LEAF believes it can become one of the largest ever public/private efforts to end deforestation via carbon offset efforts, thanks to the backing of corporate and government partners. The world lost nearly 4 million hectares of primary tropical forest in 2021 alone, an area roughly the size of Switzerland. Ending tropical and subtropical forest loss is a crucial part of meeting global climate, biodiversity and sustainable development goals.
Reducing emissions also creates a protective gap that will play a role in stopping the spread of viral disease, including COVID-19, according to the World Health Organization. Maintaining forests helps absorb emissions and keeps a vital dividing line between manmade development and the natural world.
Video Games Can Be Good for Business
There is an ever-growing body of work showing that playing video games teaches valuable skills and can help people work better together, according to Work Place magazine. Gameplay often mirrors the kinds of interactions that help people work better together in the first place, like pursuing mutual goals, allocating shared resources, negotiating task ownership, and collaborating to solve problems. A Brigham Young University study of 80 newly formed teams found that groups that played video games together for just 45 minutes were 20% more productive than those that engaged in more traditional team-building exercises. Notably, this was true for novices and avid players alike.
Workplace gaming also offers significant community-building value.
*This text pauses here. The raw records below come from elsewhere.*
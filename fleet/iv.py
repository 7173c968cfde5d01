"""Current-voltage behaviour of PV modules and strings at a charge
controller's operating point, and lookup tables of it for the hourly kernel.

With a series, PWM or shunt controller the array is tied to the battery and
works at battery voltage (plus the drop of cable and blocking diode), not at
its maximum power point; with MPPT it works at its maximum power point, but
only inside the controller's input voltage window. Both need the module's
I-V curve, here the single-diode model with the De Soto temperature and
irradiance dependence [1]_, its reference parameters fitted from datasheet
values [1]_, [2]_ and the current at a voltage from the explicit Lambert W
solution [3]_ (both as implemented in pvlib [4]_).

A single-diode solve per hour, site and kit is too slow for the planning
runs, so :func:`build_table` tabulates string power on a grid of
plane-of-array irradiance and cell temperature once per module
configuration, and :func:`table_lookup` interpolates it bilinearly inside the
numba dispatch kernel.

Conventions: irradiance in W/m², temperatures in °C, module voltage in V per
module, string voltage in V for ``n_series`` modules in series sharing one
current, power in W per string at the array terminals (controller efficiency
and array losses are applied by the caller).

References
----------
.. [1] De Soto, W., Klein, S. A. and Beckman, W. A. (2006). Improvement and
   validation of a model for photovoltaic array performance. Solar Energy
   80(1):78-88. doi:10.1016/j.solener.2005.06.010
.. [2] Duffie, J. A. and Beckman, W. A. (2013). Solar Engineering of Thermal
   Processes, 4th ed., Wiley, ch. 23 (five-parameter fit from datasheet
   values).
.. [3] Jain, A. and Kapoor, A. (2004). Exact analytical solutions of the
   parameters of real solar cells using Lambert W-function. Solar Energy
   Materials and Solar Cells 81(2):269-277. doi:10.1016/j.solmat.2003.11.018
.. [4] Holmgren, W. F., Hansen, C. W. and Mikofski, M. A. (2018). pvlib
   python: a python package for modeling solar energy systems. Journal of
   Open Source Software 3(29):884. doi:10.21105/joss.00884
"""

from __future__ import annotations

import itertools
import math
from dataclasses import dataclass, field
from functools import lru_cache

import numpy as np
import pvlib
from numba import njit, prange
from pvlib.ivtools.sdm import fit_desoto
from scipy import optimize

#: Boltzmann constant, eV/K (CODATA 2018).
BOLTZMANN_EV_PER_K = 8.617333262e-5
#: Band gap of crystalline silicon at 25 °C and its relative temperature
#: dependence, as used by De Soto et al. (2006) [1]_ (eV, 1/K).
EG_REF_SILICON_EV = 1.121
DEG_DT_SILICON_PER_K = -0.0002677
STC_IRRADIANCE_W_M2 = 1000.0
STC_TEMPERATURE_C = 25.0

#: Drop between a battery-tied string and the battery terminals while
#: charging: blocking diode ~0.5 V plus cable ~0.2 V, per 12 V of battery
#: (common practice; the same margin as ``fleet.kits.PWM_DROP_MARGIN_V``).
PWM_DROP_V_PER_12V = 0.7

#: Default table grid: plane-of-array irradiance 0..1400 W/m² in 25 W/m²
#: steps and cell temperature -20..90 °C in 2.5 K steps.
G_GRID_W_M2 = np.arange(0.0, 1400.0 + 1e-9, 25.0)
T_GRID_C = np.arange(-20.0, 90.0 + 1e-9, 2.5)

BATTERY_TIED_KINDS = ("pwm", "series", "shunt")
CONTROLLER_KINDS = BATTERY_TIED_KINDS + ("mppt",)

# Relative tolerance on the reproduction of the datasheet STC point by a fit.
_STC_RTOL = 1e-3


# ---------------------------------------------------------------------------
# Fitting reference parameters from datasheet values
# ---------------------------------------------------------------------------

def _field(row, name):
    if isinstance(row, tuple) and hasattr(row, "_fields"):  # itertuples() row
        return getattr(row, name)
    return row[name]
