ABSORPTION_V_PER_12V = {"lead_acid": 14.4, "lifepo4": 14.2}  # common practice
PWM_DROP_MARGIN_V = 0.7  # controller and cable drop per 12 V string, common practice
MPPT_HEADROOM_V = 2.0  # common practice
NEC_690_8_FACTOR = 1.25
MPPT_OVERSIZE = 1.2
LFP_MAX_PARALLEL_MODULES = 8  # rack modules with BMS communication, common practice
SHS_ARRAY_LADDER = (1, 2, 3, 4, 6, 8)
SHS_MAX_ARRAY_W = 2000.0
# A household's appliances peak well above its array power: the inverter of an
# AC kit is the smallest rated at >= 1.5 W per Wp (an assumption of ours).
SHS_INVERTER_PER_WP = 1.5
SHS_USABLE_WH_PER_WP = (1.2, 6.0)
#: Smallest nominal energy of a plant's battery block (one string), Wh: smaller strings would need
#: many in parallel on the plant's bus (an assumption of ours).
PLANT_MIN_BATTERY_BLOCK_WH = 5000.0
#: LiFePO4 battery blocks (each with its own battery management system and fuse or breaker)
#: paralleled on one plant bus when the program does not say (``system.max_plant_lifepo4_blocks``;
#: an assumption of ours: makers state their own limits). Lead-acid plants parallel at most
#: ``system.max_parallel_battery_strings`` strings (common practice for lead-acid).
PLANT_LFP_MAX_PARALLEL = 24
#: Modules of plant PV blocks are at least this large (common practice).
PLANT_MIN_MODULE_W = 250.0

#: Array power (Wp, both ends included) each system voltage is used for. Higher power at a
#: low voltage means battery-side currents past about 40 A at 12 V and 80 A at 24 V, with
#: cables, fuses and controllers to match; small arrays at a high voltage need more modules in
#: series and dearer parts than the load justifies. # common practice: stand-alone design
#: handbooks (e.g. Sandia SAND87-7023, Stand-Alone Photovoltaic Systems: A Handbook of
#: Recommended Design Practices) choose the system voltage from the power and current in this
#: way (# from memory); the bands overlap where both voltages are common, and the catalogue
#: picks by cost there.
SYSTEM_VOLTAGE_BANDS_WP = {12: (0.0, 500.0), 24: (250.0, 2000.0), 48: (1000.0, math.inf)}

#: Topology by array power for household kits: DC kits (loads on the controller's load output)
#: up to 400 Wp, AC kits (inverter on the battery) from 300 Wp (# common practice: past a few
#: hundred watts households run mains appliances; an assumption of ours).
DC_MAX_ARRAY_W = 400.0
AC_MIN_ARRAY_W = 300.0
It’s been shown that positive experiences with coworkers are good for morale and that strong interpersonal connections are an important ingredient for more effective teamwork. Game scenarios often mimic common team structures where individuals each play a unique role in achieving a common goal. The article goes on to note that game-playing is also good for developing individual skills such as decision making as well as improving reaction times and other skills needed to be a successful player.